DATA FOR THIS EXERCISE: Begin
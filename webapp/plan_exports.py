"""A date's stored plan as files (iCalendar, GPX, CSV) and map stops, with the calendar's memory.

Every export of a date reads the latest stored solve. Calendar exports also keep, per date,
the SEQUENCE and the visit stops last exported (table ``day_exports``): a re-export after the
plan changed gets SEQUENCE + 1 and cancels the visits dropped since; an unchanged plan keeps
its SEQUENCE. "Changed" means the stops' order or whole-minute times differ.
"""

from __future__ import annotations

import datetime as dt
import json
from collections.abc import Sequence
from dataclasses import dataclass

from solver.clock import format_clock, parse_clock
from solver.coordinates import Position
from solver.day import DayPlan, PlannedVisit
from solver.errors import InvalidInput
from solver.export_stops import ExportDay, ExportStop, dropped_stops, export_day
from solver.gpx_export import day_gpx
from solver.ical_export import day_calendar, week_calendar
from solver.plan_csv import plan_csv

from . import plans, settings
from .db import transaction
from .errors import NotFound

__all__ = ["FORMATS", "ExportFile", "StoredDay", "NoPlan", "client_key", "stored_day",
           "map_stops", "day_file", "week_file", "week_monday"]

# Media types: RFC 5545 §8.1 (text/calendar), GPX 1.1 has no IANA registration and
# application/gpx+xml is what readers expect (common practice, no source), RFC 4180 §3 text/csv.
FORMATS = {
    "ics": "text/calendar; charset=utf-8",
    "gpx": "application/gpx+xml",
    "csv": "text/csv; charset=utf-8",
}
DAYS_PER_WEEK = 7


class NoPlan(NotFound):
    """The date has no stored plan that can be exported or drawn (answered 404)."""

    def __init__(self, date_text: str, message: str, *, field: str = "date"):
        super().__init__("plan for", date_text, field=field)
        self.args = (message,)


@dataclass(frozen=True)
class ExportFile:
    """The bytes of one export with how to send them."""

    data: bytes
    filename: str
    content_type: str
    sequence: int | None = None


@dataclass(frozen=True)
class StoredDay:
    """The latest stored plan of a date with what every export adds to it."""

    date: dt.date
    plan: DayPlan
    positions: dict[int, Position]
    notes: dict[int, str]
    keys: dict[int, str]
    home_name: str
    start_name: str
    done_keys: frozenset[str]
    tz_name: str

    def export(self, *, sequence: int = 0, cancelled: Sequence[ExportStop] = (),
               withdraw_drives: bool = False) -> ExportDay:
        return export_day(self.date, self.plan, positions=self.positions, notes=self.notes,
                          keys=self.keys, sequence=sequence, cancelled=cancelled,
                          home_name=self.home_name, start_name=self.start_name,
                          withdraw_drives=withdraw_drives)


def client_key(client_id: int) -> str:
    """The stable key of a client's visit: the same in every export, whatever its name."""
    return f"client-{client_id}"


def stored_day(conn, date: dt.date) -> StoredDay:
    """The date's latest solve as a plan, positions and notes from the stored clients."""
    row = conn.execute(
        "SELECT s.inputs_json, s.result_json FROM plan_solves s JOIN day_plans p "
        "ON p.id = s.plan_id WHERE p.plan_date = ? ORDER BY s.id DESC LIMIT 1",
        (date.isoformat(),)).fetchone()
    if row is None:
        raise NoPlan(date.isoformat(), f"no plan is stored for {date.isoformat()}; choose the "
                     "visits and work out the order first")
    inputs, outcome = json.loads(row["inputs_json"]), json.loads(row["result_json"])
    plan = outcome.get("plan")
    if plan is None:
        raise NoPlan(date.isoformat(), f"the latest solve for {date.isoformat()} found no order "
                     "that fits the day; there is no plan to show or export")
    node_client = {v["node"]: v["client_id"] for v in inputs["visits"]}
    start = inputs["start"]
    ids = set(node_client.values()) | ({start["client_id"]} if start.get("client_id") else set())
    marks = ",".join("?" * len(ids)) or "NULL"
    found = {r["id"]: r for r in conn.execute(
        f"SELECT id, name, lat, lon, notes FROM clients WHERE id IN ({marks})", tuple(ids))}
    home = inputs["places"][0]
    positions = {0: Position(home["lat"], home["lon"])}
    for node, cid in node_client.items():
        positions[node] = Position(found[cid]["lat"], found[cid]["lon"])
    start_node = plan["start_node"]
    if start_node not in positions:  # a typed position or the phone's own: as solved
        positions[start_node] = Position(start["lat"], start["lon"])
    start_name = start["label"]
    if start.get("client_id") in found:
        start_name = found[start["client_id"]]["name"]
    names = {node: found[cid]["name"] for node, cid in node_client.items()}
    row_settings = settings.load(conn)
    done = {client_key(c["client_id"]) for c in plans.choices(conn, date) if c["done"]}
    return StoredDay(
        date=date, plan=_plan(plan, names), positions=positions,
        notes={node: found[cid]["notes"] for node, cid in node_client.items()},
        keys={node: client_key(cid) for node, cid in node_client.items()},
        home_name=row_settings["home_label"], start_name=start_name,
        done_keys=frozenset(done), tz_name=row_settings["time_zone"])


def _span(value) -> tuple[float, float] | None:
    if not value:
        return None
    return (float(parse_clock(value["start"], field="break.start")),
            float(parse_clock(value["end"], field="break.end")))


def _plan(plan: dict, names: dict[int, str]) -> DayPlan:
    """The stored JSON of a plan (``DayPlan.as_dict``) back as a DayPlan, with today's names."""
    visits = tuple(PlannedVisit(
        node=v["node"], name=names[v["node"]], arrive_min=v["arrive_min"],
        wait_min=v["wait_min"], start_min=v["start_min"], depart_min=v["depart_min"],
        leg_km=v["leg_km"], leg_min=v["leg_min"], break_before=_span(v.get("break")))
        for v in plan["visits"])
    return DayPlan(
        visits=visits, start_node=plan["start_node"], start_min=plan["start_min"],
        return_min=plan["return_min"], return_leg_km=plan["return_leg_km"],
        return_leg_min=plan["return_leg_min"],
        break_before_return=_span(plan.get("break_before_return")),
        total_km=plan["total_km"], total_drive_min=plan["total_drive_min"],
        total_wait_min=plan["total_wait_min"], proven_optimal=plan["proven_optimal"],
        lower_bound=plan["lower_bound"], gap=plan["gap"], seconds=plan["seconds"],
        method=plan["method"], objective=plan["objective"])


def map_stops(day: StoredDay) -> list[dict]:
    """The stops as ``maps.day_map_html`` reads them: start, visits in order, home."""
    out = []
    for stop in day.export().stops:
        kind = "home" if stop.kind == "start" and day.plan.start_node == 0 else stop.kind
        out.append({"name": stop.name, "lat": stop.position.lat, "lon": stop.position.lon,
                    "order": stop.order, "kind": kind,
                    "arrive": None if stop.arrive_min is None else format_clock(stop.arrive_min),
                    "depart": None if stop.depart_min is None else format_clock(stop.depart_min)})
    return out


def day_file(conn, date: dt.date, fmt: str, *, include_travel: bool = False,
             alarm_min: int | None = None) -> ExportFile:
    """One date's plan as ``fmt`` ("ics", "gpx" or "csv"); calendars update the memory."""
    if fmt not in FORMATS:
        raise InvalidInput(f"format {fmt!r} is not one of {', '.join(FORMATS)}", field="format",
                           value=fmt)
    name = f"rondo-{date.isoformat()}.{fmt}"
    if fmt != "ics":
        day = stored_day(conn, date).export()
        data = day_gpx(day) if fmt == "gpx" else plan_csv(day)
        return ExportFile(data, name, FORMATS[fmt])
    with transaction(conn):
        stored = stored_day(conn, date)
        revised, keep = _revise(conn, stored, include_travel=include_travel)
        data = day_calendar(revised, tz_name=stored.tz_name, include_travel=include_travel,
                            alarm_before_leaving_min=alarm_min)
        _remember(conn, revised, keep, include_travel=include_travel)
    return ExportFile(data, name, FORMATS["ics"], revised.sequence)


def week_monday(date: dt.date, *, field: str = "date") -> dt.date:
    """``date`` itself when it is a Monday (ISO 8601 weeks start on Monday); else InvalidInput."""
    if date.weekday() != 0:
        raise InvalidInput(f"{field} {date.isoformat()!r} is a {date.strftime('%A')}; a week is "
                           "named by its Monday", field=field, value=date.isoformat())
    return date


def week_file(conn, monday: dt.date, *, include_travel: bool = False,
              alarm_min: int | None = None) -> ExportFile:
    """Every planned day of the week from ``monday`` in one calendar; each keeps its memory."""
    week_monday(monday)
    with transaction(conn):
        revised: list[tuple[ExportDay, tuple[ExportStop, ...]]] = []
        zone = settings.load(conn)["time_zone"]
        for offset in range(DAYS_PER_WEEK):
            try:
                stored = stored_day(conn, monday + dt.timedelta(days=offset))
            except NoPlan:
                continue
            revised.append(_revise(conn, stored, include_travel=include_travel))
        if not revised:
            raise NoPlan(monday.isoformat(), f"no day of the week from {monday.isoformat()} "
                         "has a plan to export")
        data = week_calendar([day for day, _ in revised], tz_name=zone,
                             include_travel=include_travel, alarm_before_leaving_min=alarm_min)
        for day, keep in revised:
            _remember(conn, day, keep, include_travel=include_travel)
    return ExportFile(data, f"rondo-week-{monday.isoformat()}.ics", FORMATS["ics"])


def _revise(conn, stored: StoredDay, *,
            include_travel: bool) -> tuple[ExportDay, tuple[ExportStop, ...]]:
    """The export with its SEQUENCE and cancellations, and done visits to keep remembering.

    Visits already done are neither cancelled nor forgotten: a re-plan from the road leaves
    them out of the plan, but they happened. Drive events of the last export are withdrawn
    (a new SEQUENCE) when this one goes without them.
    """
    draft = stored.export()
    row = conn.execute("SELECT sequence, signature, stops_json, include_travel FROM day_exports "
                       "WHERE plan_date = ?", (stored.date.isoformat(),)).fetchone()
    if row is None:
        return draft, ()
    previous = [_decode(item) for item in json.loads(row["stops_json"])]
    planned = {stop.uid_key for stop in draft.visits}
    keep = tuple(s for s in previous if s.uid_key in stored.done_keys and s.uid_key not in planned)
    candidates = [s for s in previous if s.uid_key not in stored.done_keys]
    cancelled = dropped_stops(candidates, draft)
    withdraw = bool(row["include_travel"]) and not include_travel
    changed = row["signature"] != _signature(draft) or withdraw
    return stored.export(sequence=row["sequence"] + int(changed), cancelled=cancelled,
                         withdraw_drives=withdraw), keep


def _remember(conn, day: ExportDay, keep: tuple[ExportStop, ...], *,
              include_travel: bool) -> None:
    stops = [_encode(s) for s in (*day.visits, *day.cancelled, *keep)]
    conn.execute(
        "INSERT INTO day_exports (plan_date, sequence, signature, stops_json, include_travel) "
        "VALUES (?, ?, ?, ?, ?) ON CONFLICT (plan_date) DO UPDATE SET "
        "sequence = excluded.sequence, signature = excluded.signature, "
        "stops_json = excluded.stops_json, include_travel = excluded.include_travel, "
        "exported_at = strftime('%Y-%m-%dT%H:%M:%SZ', 'now')",
        (day.day.isoformat(), day.sequence, _signature(day), json.dumps(stops),
         int(include_travel)))


def _whole(minutes: float | None) -> int | None:
    # The calendar writes whole minutes; a difference below that is no change to it.
    return None if minutes is None else round(minutes)


def _signature(day: ExportDay) -> str:
    return json.dumps([[s.kind, s.uid_key, s.order, _whole(s.arrive_min), _whole(s.start_min),
                        _whole(s.depart_min)] for s in day.stops])


def _encode(stop: ExportStop) -> dict:
    return {"order": stop.order, "kind": stop.kind, "uid_key": stop.uid_key, "name": stop.name,
            "lat": stop.position.lat, "lon": stop.position.lon, "arrive_min": stop.arrive_min,
            "start_min": stop.start_min, "depart_min": stop.depart_min,
            "wait_min": stop.wait_min, "leg_km": stop.leg_km, "leg_min": stop.leg_min,
            "notes": stop.notes,
            "break_before": None if stop.break_before is None else list(stop.break_before)}


def _decode(item: dict) -> ExportStop:
    brk = item.get("break_before")
    return ExportStop(
        order=item["order"], kind=item["kind"], uid_key=item["uid_key"], name=item["name"],
        position=Position(item["lat"], item["lon"]), arrive_min=item["arrive_min"],
        start_min=item["start_min"], depart_min=item["depart_min"], wait_min=item["wait_min"],
        leg_km=item["leg_km"], leg_min=item["leg_min"], notes=item["notes"],
        break_before=None if brk is None else (brk[0], brk[1]))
DATA FOR THIS EXERCISE: End
*WORK TO COMPLETE:* All that is wanted is the stretch of lines above from the one containing "def __init__(self, date_text: str, message: str, *, field: str" through the one containing "filename: str", duplicated exactly.

*REPLY:*
    def __init__(self, date_text: str, message: str, *, field: str = "date"):
        super().__init__("plan for", date_text, field=field)
        self.args = (message,)


@dataclass(frozen=True)
class ExportFile:
    """The bytes of one export with how to send them."""

    data: bytes
    filename: str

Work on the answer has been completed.